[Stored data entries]
-*-*-

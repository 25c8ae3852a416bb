const swc = (extra) => [
  '@swc/jest',
  {
    swcrc: false,
    sourceMaps: 'inline',
    module: { type: 'commonjs' },
    jsc: { target: 'es2022', keepClassNames: true, ...extra },
  },
]

// These packages ship only ES modules; jest runs CommonJS, so swc turns them over.
const esModulesOnly = [
  '@nestjs',
  'file-type',
  'strtok3',
  'token-types',
  'uint8array-extras',
  '@tokenizer',
  'load-esm',
  'nodemailer',
  'mailparser',
  'smtp-server',
  'bcryptjs',
]

export default {
  testEnvironment: 'node',
  testMatch: ['<rootDir>/src/**/*.spec.ts', '<rootDir>/test/**/*.e2e-spec.ts'],
  testTimeout: 60_000,
  // The database works beside them; on two cores the default would leave one idle.
  maxWorkers: 2,
  moduleNameMapper: { '^(\\.{1,2}/.*)\\.js$': '$1' },
  testEnvironmentOptions: {
    customExportConditions: ['@wadestone/source', 'require', 'node', 'node-addons'],
  },
  transform: {
    '^.+\\.ts$': swc({
      parser: { syntax: 'typescript', decorators: true },
      transform: { legacyDecorator: true, decoratorMetadata: true, useDefineForClassFields: false },
    }),
    '^.+\\.m?js$': swc({ parser: { syntax: 'ecmascript' } }),
  },
  transformIgnorePatterns: [`/node_modules/(?!(?:${esModulesOnly.join('|')})/)`],
}
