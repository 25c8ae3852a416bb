import type { SurveyView } from 'shared'
import type { Survey } from './survey.entity.js'
import { surveyRemarks } from './survey-remarks.js'

export const surveyView = ({ version, survey, groundLine, reduction }: Survey): SurveyView => ({
  version,
  survey,
  groundLine,
  reduction,
  remarks: surveyRemarks(reduction),
})
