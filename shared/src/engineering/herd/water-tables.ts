/** Gallons at rising temperatures, degrees F. */
export interface TemperatureRow {
  temperaturesF: readonly number[]
  gallons: readonly number[]
}

export const K_STATE_SOURCE = 'K-State Beef Tips, "Water: Questions and Answers" (Waggoner), 30 April 2018'
const BEEF_SOURCE = 'Beef Magazine, "Watch Summer Water", after NRC 1996 and Winchester & Morris 1956'
const MAINE_SOURCE = 'University of Maine, Pasture Management Course, lesson 7'

export const COW_WEIGHTS_LB = [1100, 1300, 1500] as const
export const COW_MILK_LB = [0, 10, 25] as const
export const COW_TEMPERATURES_F = [40, 65, 90] as const

/** Beef cow: gallons a day by weight, then milk, then temperature, in the order of the three lists above. */
export const COW_GALLONS: readonly (readonly (readonly number[])[])[] = [
  [
    [8.2, 10.8, 13.4],
    [10.5, 13.1, 15.7],
    [12.8, 15.4, 17.9],
  ],
  [
    [9.2, 11.8, 14.3],
    [12.2, 14.8, 17.4],
    [14.5, 17.1, 19.7],
  ],
  [
    [10.2, 12.7, 15.3],
    [14.0, 16.5, 19.1],
    [16.3, 18.8, 21.4],
  ],
]

export interface KindRow extends TemperatureRow {
  row: string
  source: string
  shortSource: string
}

const summer = (row: string, gallons: readonly number[]): KindRow => ({
  row,
  temperaturesF: [70, 80, 90],
  gallons,
  source: BEEF_SOURCE,
  shortSource: 'Beef Magazine',
})

/** One planning figure for all temperatures: the upper end of the printed range. */
const planning = (row: string, gallons: number): KindRow => ({
  row,
  temperaturesF: [],
  gallons: [gallons],
  source: MAINE_SOURCE,
  shortSource: 'University of Maine',
})

export const KIND_ROWS = {
  'calf-500': summer('500 lb calf', [6.5, 7.4, 10.6]),
  growing: summer('800 lb growing steer or heifer', [9.3, 10.6, 14]),
  finishing: summer('800 lb finishing animal', [10.8, 12.3, 16.5]),
  'bred-heifer': summer('750 lb bred heifer', [9, 10.3, 14.6]),
  bull: summer('mature bull', [12.7, 14.6, 19.5]),
  'dairy-cow': planning('lactating dairy cow, planning figure', 40),
  horse: planning('horse, upper end of 10 to 12', 12),
  sheep: planning('sheep, upper end of 2 to 4', 4),
  goat: planning('goat, upper end of 2 to 4', 4),
} as const satisfies Readonly<Record<string, KindRow>>
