import PDFDocument from 'pdfkit'
import type { PacketDocument, PacketPage } from '../packet-document.js'
import { POINTS_PER_MM } from '../theme.js'
import { structureOf } from './draw-nodes.js'
import { drawShapes } from './draw-shapes.js'
import { fonts } from './fonts.js'
import { shareLayouts } from './share-layouts.js'

type Doc = PDFKit.PDFDocument

/** A document as a tagged PDF. The same document gives the same bytes: it carries its own date. */
export function renderPacket(packet: PacketDocument): Promise<Uint8Array> {
  const made = new Date(packet.madeAt)
  const doc = new PDFDocument({
    autoFirstPage: false,
    margin: 0,
    font: fonts.regular,
    tagged: true,
    lang: packet.language,
    displayTitle: true,
    pdfVersion: '1.7',
    subset: 'PDF/A-2a',
    info: {
      Title: packet.title,
      Author: packet.author,
      Subject: packet.subject,
      Creator: 'Wadestone',
      Producer: 'Wadestone',
      CreationDate: made,
      ModDate: made,
    },
  })
  Object.values(fonts).forEach((face) => shareLayouts(doc, face))
  const bytes = collect(doc)
  const whole = doc.struct('Document')
  doc.addStructure(whole)
  packet.pages.forEach((page) => drawPage(doc, page, whole))
  whole.end()
  doc.end()
  return bytes
}

function collect(doc: Doc): Promise<Uint8Array> {
  const chunks: Buffer[] = []
  return new Promise((resolve, reject) => {
    doc.on('data', (chunk: Buffer) => chunks.push(chunk))
    doc.on('end', () => resolve(new Uint8Array(Buffer.concat(chunks))))
    doc.on('error', reject)
  })
}

function drawPage(doc: Doc, page: PacketPage, whole: PDFKit.PDFStructureElement): void {
  doc.addPage({ size: [page.widthMm * POINTS_PER_MM, page.heightMm * POINTS_PER_MM], margin: 0 })
  doc.outline.addItem(page.title)
  doc.lineJoin('round')
  // Bands, rules, head and foot are no part of what is read aloud.
  doc.markContent('Artifact', { type: 'Layout' })
  drawShapes(doc, page.art)
  doc.endMarkedContent()
  whole.add(
    doc.struct(
      'Sect',
      {},
      page.nodes.map((one) => structureOf(doc, one)),
    ),
  )
  doc.markContent('Artifact', { type: 'Pagination' })
  drawShapes(doc, page.furniture)
  doc.endMarkedContent()
}
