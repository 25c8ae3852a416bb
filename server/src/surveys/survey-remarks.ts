import { formatFeet, type SurveyReduction } from 'shared'

const feet = (value: number): string => formatFeet(Math.abs(value), 3)

/** What the level notes leave open, in whole sentences. They are kept as they are: the planner may still be in the field. */
export function surveyRemarks(reduction: SurveyReduction | null): string[] {
  if (reduction === null) return []
  const { arithmeticCheckPasses, closes, misclosureFt, allowableFt, differenceFt } = reduction
  const remarks: string[] = []
  if (!arithmeticCheckPasses) {
    remarks.push(
      `The page check fails: backsights less foresights give ${feet(differenceFt)}, which is not the difference of the elevations.`,
    )
  }
  if (closes === false && misclosureFt !== undefined && allowableFt !== undefined) {
    remarks.push(
      `The level notes do not close: they miss the known elevation by ${feet(misclosureFt)}, and ${feet(allowableFt)} is allowed. Look for a misread rod, or run the line again.`,
    )
  }
  if (allowableFt !== undefined && closes === undefined) {
    remarks.push(
      'A known closing elevation is given, but the last row has no foresight, so the notes cannot be closed.',
    )
  }
  return remarks
}
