import { buildPacketView } from '../build-packet-view.js'
import { northPondSource } from '../../../../test/packets/north-pond-source.js'
import { PacketRenderer } from './packet-renderer.js'
import { renderPacket } from './render-packet.js'

describe('PacketRenderer', () => {
  it('gives the very bytes that rendering in place gives', async () => {
    const view = buildPacketView(northPondSource())
    const renderer = new PacketRenderer({ threads: 1 })
    const bytes = await renderer.render(view)
    await renderer.close()
    expect(Buffer.from(bytes).equals(Buffer.from(await renderPacket(view)))).toBe(true)
  })
})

-*-*-

▶ THE PROBLEM
Show the lines where the word "surveyRemarks" appears in the entries.

▶ TASK OUTPUT
import { surveyRemarks } from './survey-remarks.js'
  remarks: surveyRemarks(reduction),
export function surveyRemarks(reduction: SurveyReduction | null): string[] {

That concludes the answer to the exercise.